• _Exercise instructions_:
Filter the records below for the word "import". Keep each line that has it.

• _The data_:
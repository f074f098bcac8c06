"""Helpers the fixture scripts share: interleaved complex arrays and writing a fixture file."""

import json
import os

import numpy as np

OUT = os.path.join(os.path.dirname(os.path.abspath(__file__)), 'fixtures')


def interleave(z):
    """Complex array -> float64 array [re0, im0, re1, im1, ...] (row-major)."""
    z = np.asarray(z, dtype=complex)
    out = np.empty(2 * z.size)
    out[0::2] = z.real.ravel()
    out[1::2] = z.imag.ravel()
    return out


def write(name, payload):
    """fixtures/<name> as compact JSON (shortest round-trip float64 literals) and a final newline."""
    os.makedirs(OUT, exist_ok=True)
    path = os.path.join(OUT, name)
    with open(path, 'w') as f:
        json.dump(payload, f, separators=(',', ':'))
        f.write('\n')
    print(f'{path}: {os.path.getsize(path)} bytes')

• _Response for this exercise_:
import json
import os
import numpy as np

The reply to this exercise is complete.